**Extracted entries:**
--

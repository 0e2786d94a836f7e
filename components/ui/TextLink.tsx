import { Link } from 'expo-router';
import type { ReactNode } from 'react';
import { StyleSheet } from 'react-native';
import { colors, focusRing, type } from '../theme';

interface TextLinkProps {
  /** A path in the app ("/sign-in?next=%2Fadmin") or a full address. */
  href: string;
  children: ReactNode;
  testID?: string;
  /** `inline` inside running text; otherwise a link that stands on its own line. */
  inline?: boolean;
}

/** A link in words: teal and underlined, a real anchor on the web. */
export function TextLink({ href, children, testID, inline = false }: TextLinkProps) {
  return (
    <Link href={href} testID={testID} style={inline ? styles.inline : styles.block}>
      {children}
    </Link>
  );
}

const styles = StyleSheet.create({
  block: { ...type.uiStrong, ...focusRing, alignSelf: 'flex-start', color: colors.teal, textDecorationLine: 'underline' },
  inline: { ...focusRing, color: colors.teal, textDecorationLine: 'underline' },
});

--

**Problem details:**
Each line of the material above that contains the string "from" adds one to the count; report the final count only.

**Your solution:**
4